- WORK ITEM -
Below are entries. Reproduce exactly the lines between the line holding "tau := sigma * math.Sqrt(1+a*a)" and the line holding "c := capChiSquare(v, df, level)", inclusive, and only those.

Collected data
==============================

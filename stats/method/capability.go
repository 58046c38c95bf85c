package method

import (
	"math"

	"gonum.org/v1/gonum/mathext"
)

// Method codes for the interval of a capability index (data, not words).
const (
	CapMethodChiSquare = "chi-square"   // Cp, Pp: chi-square distribution of the variance
	CapMethodBissell   = "bissell-1990" // CPL, CPU, Cpk, PPL, PPU, Ppk: Bissell (1990) normal approximation
	CapMethodBoyles    = "boyles-1991"  // Cpm: Boyles (1991) chi-square with his degrees of freedom
)

// CapabilityInput holds the summary figures the capability indices need.
// Limits and target are NaN when absent (a one-sided specification has one
// NaN limit; Cpm needs both limits and the target).
type CapabilityInput struct {
	Mean float64
	// SigmaWithin: the within-process sigma (for Cp, CPL, CPU, Cpk), with
	// DFWithin its effective degrees of freedom (the caller computes both,
	// e.g. average moving range / d2 or pooled SD / c4). NaN or 0 when
	// unavailable: the within indices are then not Valid.
	SigmaWithin, DFWithin float64
	// SigmaOverall: the overall sample SD (n-1 denominator), for Pp, PPL,
	// PPU, Ppk and Cpm, with n-1 degrees of freedom.
	SigmaOverall float64
	N            int
	LSL, USL     float64
	Target       float64
}

// CapIndex is one capability index with its interval at the Level of the
// CapabilityIndices that holds it. Valid false: cannot be computed (a limit
// or the target missing, sigma zero, too few readings); all figures are then 0.
type CapIndex struct {
	Value        float64
	Lower, Upper float64 // two-sided confidence interval
	LowerBound   float64 // one-sided lower confidence bound
	Method       string  // CapMethod* code
	DF           float64 // degrees of freedom used by the interval
	Valid        bool
}

// CapabilityIndices are the capability indices of a process from its mean,
// sigmas and specification.
type CapabilityIndices struct {
	Level                float64
	Cp, CPL, CPU, Cpk    CapIndex // within-process sigma
	Pp, PPL, PPU, Ppk    CapIndex // overall sigma
	Cpm                  CapIndex // overall sigma and target
	HasLSL, HasUSL, HasT bool
}

// Capability computes the capability indices and their confidence intervals
// at level (0 < level < 1).
//
//   - Cp = (USL-LSL)/(6σ), Pp the same with the overall sigma (Kane 1986,
//     J. Quality Technology 18:41-52). Interval by the chi-square
//     distribution of the variance with ν degrees of freedom:
//     Cp·√(χ²(α/2,ν)/ν) to Cp·√(χ²(1-α/2,ν)/ν); one-sided lower bound
//     Cp·√(χ²(α,ν)/ν).
//   - CPL = (μ-LSL)/(3σ), CPU = (USL-μ)/(3σ), Cpk = min (Kane 1986); with a
//     one-sided specification Cpk is the one that exists. Interval by the
//     normal approximation of Bissell (1990, Applied Statistics 39:331-340):
//     Ĉ ± z·√(1/(9n) + Ĉ²/(2ν)), with ν = n-1 for the overall sigma (as in
//     Bissell) and the effective degrees of freedom DFWithin for the
//     within-process sigma (Bissell's n-1 is the degrees of freedom of σ̂).
//   - Cpm = (USL-LSL)/(6√(σ² + (μ-T)²)) with the overall sigma (Chan, Cheng
//     and Spiring 1988), interval by Boyles (1991, J. Quality Technology
//     23:17-26): Cpm·√(χ²(α/2,ν)/ν) with ν = n(1+a²)²/(1+2a²), a = (μ-T)/σ.
//
// Errors: no limit, LSL above USL, level outside (0, 1), n < 2, non-finite
// mean. A sigma that is 0 or NaN only makes its indices not Valid.
func Capability(in CapabilityInput, level float64) (CapabilityIndices, error) {
	r := CapabilityIndices{Level: level}
	if err := capCheckLimits(in.LSL, in.USL); err != nil {
		return r, err
	}
	if !(level > 0 && level < 1) {
		return r, ErrCapLevel
	}
	if in.N < 2 {
		return r, ErrCapTooFew
	}
	if math.IsNaN(in.Mean) || math.IsInf(in.Mean, 0) || math.IsInf(in.Target, 0) {
		return r, ErrCapInput
	}
	r.HasLSL, r.HasUSL = !math.IsNaN(in.LSL), !math.IsNaN(in.USL)
	r.HasT = !math.IsNaN(in.Target)
	n := float64(in.N)
	if capSigmaOK(in.SigmaWithin) && in.DFWithin > 0 && !math.IsInf(in.DFWithin, 0) {
		r.Cp, r.CPL, r.CPU, r.Cpk = capFamily(in.Mean, in.SigmaWithin, in.DFWithin, n, in.LSL, in.USL, level)
	}
	if capSigmaOK(in.SigmaOverall) {
		r.Pp, r.PPL, r.PPU, r.Ppk = capFamily(in.Mean, in.SigmaOverall, n-1, n, in.LSL, in.USL, level)
		if r.HasLSL && r.HasUSL && r.HasT {
			r.Cpm = capCpm(in.Mean, in.SigmaOverall, n, in.LSL, in.USL, in.Target, level)
		}
	}
	return r, nil
}

func capSigmaOK(s float64) bool { return s > 0 && !math.IsInf(s, 0) }

// capFamily returns (Cp, CPL, CPU, Cpk) for one sigma with ν degrees of freedom.
func capFamily(mean, sigma, df, n, lsl, usl, level float64) (cp, cpl, cpu, cpk CapIndex) {
	hasL, hasU := !math.IsNaN(lsl), !math.IsNaN(usl)
	if hasL && hasU {
		cp = capChiSquare((usl-lsl)/(6*sigma), df, level)
	}
	if hasL {
		cpl = capBissell((mean-lsl)/(3*sigma), df, n, level)
	}
	if hasU {
		cpu = capBissell((usl-mean)/(3*sigma), df, n, level)
	}
	switch {
	case hasL && hasU:
		if cpl.Value <= cpu.Value {
			cpk = capBissell(cpl.Value, df, n, level)
		} else {
			cpk = capBissell(cpu.Value, df, n, level)
		}
	case hasL:
		cpk = cpl
	default:
		cpk = cpu
	}
	return
}

// capChiSquare is the chi-square interval of a ratio (limits)/(6σ).
func capChiSquare(v, df, level float64) CapIndex {
	if math.IsNaN(v) || math.IsInf(v, 0) {
		return CapIndex{}
	}
	a := 1 - level
	q := func(p float64) float64 { return math.Sqrt(2 * mathext.GammaIncRegInv(df/2, p) / df) }
	return CapIndex{Value: v, Lower: v * q(a/2), Upper: v * q(1-a/2), LowerBound: v * q(a),
		Method: CapMethodChiSquare, DF: df, Valid: true}
}

// capBissell is Bissell's (1990) normal-approximation interval.
func capBissell(v, df, n, level float64) CapIndex {
	if math.IsNaN(v) || math.IsInf(v, 0) {
		return CapIndex{}
	}
	se := math.Sqrt(1/(9*n) + v*v/(2*df))
	z2 := mathext.NormalQuantile(1 - (1-level)/2)
	z1 := mathext.NormalQuantile(level)
	return CapIndex{Value: v, Lower: v - z2*se, Upper: v + z2*se, LowerBound: v - z1*se,
		Method: CapMethodBissell, DF: df, Valid: true}
}

// capCpm is Cpm with Boyles's (1991) interval.
func capCpm(mean, sigma, n, lsl, usl, t, level float64) CapIndex {
	a := (mean - t) / sigma
	tau := sigma * math.Sqrt(1+a*a)
	v := (usl - lsl) / (6 * tau)
	df := n * (1 + a*a) * (1 + a*a) / (1 + 2*a*a)
	if math.IsNaN(v) || math.IsInf(v, 0) || math.IsNaN(df) || math.IsInf(df, 0) {
		return CapIndex{}
	}
	c := capChiSquare(v, df, level)
	c.Method = CapMethodBoyles
	return c
}

// CpkSampleSize returns the smallest number of readings n (n ≥ 2) for which
// the one-sided lower confidence bound of Cpk by Bissell's (1990)
// approximation, Ĉ - z(level)·√(1/(9n) + Ĉ²/(2(n-1))), exceeds required,
// if the estimate Ĉ stays what it is today. Ĉ must exceed required (else no
// n is enough: ErrCapInput). The answer is capped at 1e9 readings (ErrCapTooFew
// beyond). The within-process sigma's effective degrees of freedom are taken
// as n-1 here.
func CpkSampleSize(cpk, required, level float64) (int, error) {
	if !(level > 0 && level < 1) {
		return 0, ErrCapLevel
	}
	if math.IsNaN(cpk) || math.IsInf(cpk, 0) || math.IsNaN(required) || math.IsInf(required, 0) || !(cpk > required) {
		return 0, ErrCapInput
	}
	z := mathext.NormalQuantile(level)
	ok := func(n float64) bool {
		return cpk-z*math.Sqrt(1/(9*n)+cpk*cpk/(2*(n-1))) > required
	}
	const maxN = 1e9
	if !ok(maxN) {
		return 0, ErrCapTooFew
	}
	lo, hi := 1.0, maxN // ok(hi), !ok(lo) by convention (n=1 has no bound)
	for hi-lo > 1 {
		mid := math.Floor((lo + hi) / 2)
		if ok(mid) {
			hi = mid
		} else {
			lo = mid
		}
	}
	return int(hi), nil
}

// PercentileIndices are capability indices by the percentile method of
// ISO 22514-2 (the quantiles of the fitted or empirical distribution in
// place of μ ± 3σ). Has flags say which exist; all false means none.
type PercentileIndices struct {
	Pp, PPL, PPU, Ppk             float64
	HasPp, HasPPL, HasPPU, HasPpk bool
}

// PercentileCapability returns the indices of the percentile method of
// ISO 22514-2:2017 (process performance for a non-normal distribution):
// Pp = (USL-LSL)/(X99.865-X0.135), PPL = (X50-LSL)/(X50-X0.135),
// PPU = (USL-X50)/(X99.865-X50), Ppk = min(PPL, PPU), from the 0.135 %,
// 50 % and 99.865 % quantiles. NaN limits are absent. An index whose
// denominator is not positive is left out (Has false). Errors: no limit, LSL
// above USL, non-finite or unordered quantiles.
func PercentileCapability(q00135, q50, q99865, lsl, usl float64) (PercentileIndices, error) {
	var r PercentileIndices
	if err := capCheckLimits(lsl, usl); err != nil {
		return r, err
	}
	for _, q := range []float64{q00135, q50, q99865} {
		if math.IsNaN(q) || math.IsInf(q, 0) {
			return r, ErrCapInput
		}
	}
	if q00135 > q50 || q50 > q99865 {
		return r, ErrCapInput
	}
	hasL, hasU := !math.IsNaN(lsl), !math.IsNaN(usl)
	if hasL && hasU && q99865 > q00135 {
		r.Pp, r.HasPp = (usl-lsl)/(q99865-q00135), true
	}
	if hasL && q50 > q00135 {
		r.PPL, r.HasPPL = (q50-lsl)/(q50-q00135), true
	}
	if hasU && q99865 > q50 {
		r.PPU, r.HasPPU = (usl-q50)/(q99865-q50), true
	}
	switch {
	case r.HasPPL && r.HasPPU:
		r.Ppk, r.HasPpk = math.Min(r.PPL, r.PPU), true
	case r.HasPPL && !hasU:
		r.Ppk, r.HasPpk = r.PPL, true
	case r.HasPPU && !hasL:
		r.Ppk, r.HasPpk = r.PPU, true
	}
	return r, nil
}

==============================

- WORKED SOLUTION -
	tau := sigma * math.Sqrt(1+a*a)
	v := (usl - lsl) / (6 * tau)
	df := n * (1 + a*a) * (1 + a*a) / (1 + 2*a*a)
	if math.IsNaN(v) || math.IsInf(v, 0) || math.IsNaN(df) || math.IsInf(df, 0) {
		return CapIndex{}
	}
	c := capChiSquare(v, df, level)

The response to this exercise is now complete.